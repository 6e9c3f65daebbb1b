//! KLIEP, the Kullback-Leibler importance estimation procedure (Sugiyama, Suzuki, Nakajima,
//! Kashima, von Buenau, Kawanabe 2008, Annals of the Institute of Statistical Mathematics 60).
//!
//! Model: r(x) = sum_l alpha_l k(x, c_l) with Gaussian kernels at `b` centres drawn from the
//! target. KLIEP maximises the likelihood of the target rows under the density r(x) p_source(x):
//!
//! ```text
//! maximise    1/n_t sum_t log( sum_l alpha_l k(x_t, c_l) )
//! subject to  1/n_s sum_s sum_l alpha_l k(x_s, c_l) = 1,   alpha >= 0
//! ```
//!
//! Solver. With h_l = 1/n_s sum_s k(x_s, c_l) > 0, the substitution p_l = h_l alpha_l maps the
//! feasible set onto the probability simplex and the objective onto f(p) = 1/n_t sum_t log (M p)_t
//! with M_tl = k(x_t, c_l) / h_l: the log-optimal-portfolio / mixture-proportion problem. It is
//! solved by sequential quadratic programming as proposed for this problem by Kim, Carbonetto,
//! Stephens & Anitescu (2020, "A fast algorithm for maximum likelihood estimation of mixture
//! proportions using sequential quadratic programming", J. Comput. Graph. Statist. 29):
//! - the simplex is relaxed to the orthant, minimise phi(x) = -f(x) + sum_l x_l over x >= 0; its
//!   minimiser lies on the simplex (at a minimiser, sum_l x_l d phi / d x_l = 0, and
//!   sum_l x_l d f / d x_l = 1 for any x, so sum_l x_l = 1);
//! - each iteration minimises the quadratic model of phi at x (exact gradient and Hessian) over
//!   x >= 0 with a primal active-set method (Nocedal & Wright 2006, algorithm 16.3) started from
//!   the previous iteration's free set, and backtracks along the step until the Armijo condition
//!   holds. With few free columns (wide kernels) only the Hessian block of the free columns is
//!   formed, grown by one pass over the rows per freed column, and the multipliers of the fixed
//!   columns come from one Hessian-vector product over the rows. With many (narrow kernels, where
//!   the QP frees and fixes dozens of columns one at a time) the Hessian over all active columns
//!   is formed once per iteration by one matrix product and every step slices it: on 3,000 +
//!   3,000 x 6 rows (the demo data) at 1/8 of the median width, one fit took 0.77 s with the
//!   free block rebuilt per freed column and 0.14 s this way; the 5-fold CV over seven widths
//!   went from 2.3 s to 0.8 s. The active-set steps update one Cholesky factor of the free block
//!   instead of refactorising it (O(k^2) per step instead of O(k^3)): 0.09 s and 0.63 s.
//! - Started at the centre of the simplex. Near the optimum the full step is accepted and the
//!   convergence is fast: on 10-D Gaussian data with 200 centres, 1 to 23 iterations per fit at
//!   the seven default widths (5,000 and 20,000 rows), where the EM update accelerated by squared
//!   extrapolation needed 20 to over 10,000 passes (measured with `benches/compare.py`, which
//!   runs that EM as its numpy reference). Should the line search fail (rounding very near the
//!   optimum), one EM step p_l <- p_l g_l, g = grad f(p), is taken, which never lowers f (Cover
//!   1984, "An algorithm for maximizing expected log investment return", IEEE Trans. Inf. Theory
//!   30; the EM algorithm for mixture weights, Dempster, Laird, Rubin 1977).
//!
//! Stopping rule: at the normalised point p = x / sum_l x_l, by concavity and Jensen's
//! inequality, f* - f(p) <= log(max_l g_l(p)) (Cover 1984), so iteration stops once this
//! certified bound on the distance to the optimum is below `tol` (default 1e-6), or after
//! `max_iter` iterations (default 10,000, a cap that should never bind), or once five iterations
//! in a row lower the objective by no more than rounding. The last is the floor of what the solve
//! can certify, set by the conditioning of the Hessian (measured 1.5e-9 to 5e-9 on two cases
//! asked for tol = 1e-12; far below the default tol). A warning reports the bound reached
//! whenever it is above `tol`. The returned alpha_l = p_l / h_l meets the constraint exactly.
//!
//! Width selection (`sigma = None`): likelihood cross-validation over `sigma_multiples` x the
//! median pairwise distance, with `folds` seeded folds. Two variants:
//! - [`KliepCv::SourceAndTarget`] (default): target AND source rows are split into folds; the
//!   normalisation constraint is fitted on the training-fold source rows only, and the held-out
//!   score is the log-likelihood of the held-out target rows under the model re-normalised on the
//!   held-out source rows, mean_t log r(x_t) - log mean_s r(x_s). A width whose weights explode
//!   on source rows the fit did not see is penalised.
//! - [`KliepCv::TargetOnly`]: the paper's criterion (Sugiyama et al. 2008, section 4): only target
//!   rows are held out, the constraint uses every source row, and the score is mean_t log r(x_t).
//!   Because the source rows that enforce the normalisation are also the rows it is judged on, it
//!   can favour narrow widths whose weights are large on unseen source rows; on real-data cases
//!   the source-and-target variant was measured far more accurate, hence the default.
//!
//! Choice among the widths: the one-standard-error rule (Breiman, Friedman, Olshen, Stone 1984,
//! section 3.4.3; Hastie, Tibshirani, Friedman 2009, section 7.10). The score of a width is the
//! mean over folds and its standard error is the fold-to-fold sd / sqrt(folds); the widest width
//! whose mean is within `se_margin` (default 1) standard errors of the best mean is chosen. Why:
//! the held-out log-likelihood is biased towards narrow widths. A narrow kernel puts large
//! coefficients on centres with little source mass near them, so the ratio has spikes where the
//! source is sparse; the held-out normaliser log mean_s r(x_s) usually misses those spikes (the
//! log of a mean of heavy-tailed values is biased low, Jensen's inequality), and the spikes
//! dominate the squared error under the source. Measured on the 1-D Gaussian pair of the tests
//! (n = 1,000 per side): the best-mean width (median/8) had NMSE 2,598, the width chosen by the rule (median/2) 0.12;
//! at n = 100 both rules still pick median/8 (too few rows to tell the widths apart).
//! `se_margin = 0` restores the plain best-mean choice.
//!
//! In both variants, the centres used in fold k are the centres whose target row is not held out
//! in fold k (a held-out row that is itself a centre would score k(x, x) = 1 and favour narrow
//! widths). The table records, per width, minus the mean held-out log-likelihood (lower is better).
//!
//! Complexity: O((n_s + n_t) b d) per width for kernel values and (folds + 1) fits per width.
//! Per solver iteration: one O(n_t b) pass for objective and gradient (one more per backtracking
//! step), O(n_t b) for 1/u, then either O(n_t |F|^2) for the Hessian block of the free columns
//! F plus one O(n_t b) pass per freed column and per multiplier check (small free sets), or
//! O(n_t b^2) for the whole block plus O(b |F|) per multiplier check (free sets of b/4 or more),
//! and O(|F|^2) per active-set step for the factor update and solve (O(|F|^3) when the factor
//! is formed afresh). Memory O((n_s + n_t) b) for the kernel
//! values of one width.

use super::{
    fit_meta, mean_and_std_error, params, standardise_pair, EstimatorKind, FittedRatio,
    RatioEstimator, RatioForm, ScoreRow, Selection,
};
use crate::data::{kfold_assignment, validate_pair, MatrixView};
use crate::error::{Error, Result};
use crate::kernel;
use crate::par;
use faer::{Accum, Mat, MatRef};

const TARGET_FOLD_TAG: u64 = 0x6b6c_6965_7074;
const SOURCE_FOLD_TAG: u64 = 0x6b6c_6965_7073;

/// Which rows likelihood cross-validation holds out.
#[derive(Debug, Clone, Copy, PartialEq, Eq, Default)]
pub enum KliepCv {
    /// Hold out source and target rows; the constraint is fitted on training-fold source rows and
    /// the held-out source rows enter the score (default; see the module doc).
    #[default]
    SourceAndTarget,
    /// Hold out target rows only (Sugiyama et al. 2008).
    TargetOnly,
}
+ + + + + + +
▶ [Try it]: Look through the material above for "every" and copy the lines that have it.

▶ [Answer for the task]:
//!   is formed once per iteration by one matrix product and every step slices it: on 3,000 +
//!   rows are held out, the constraint uses every source row, and the score is mean_t log r(x_t).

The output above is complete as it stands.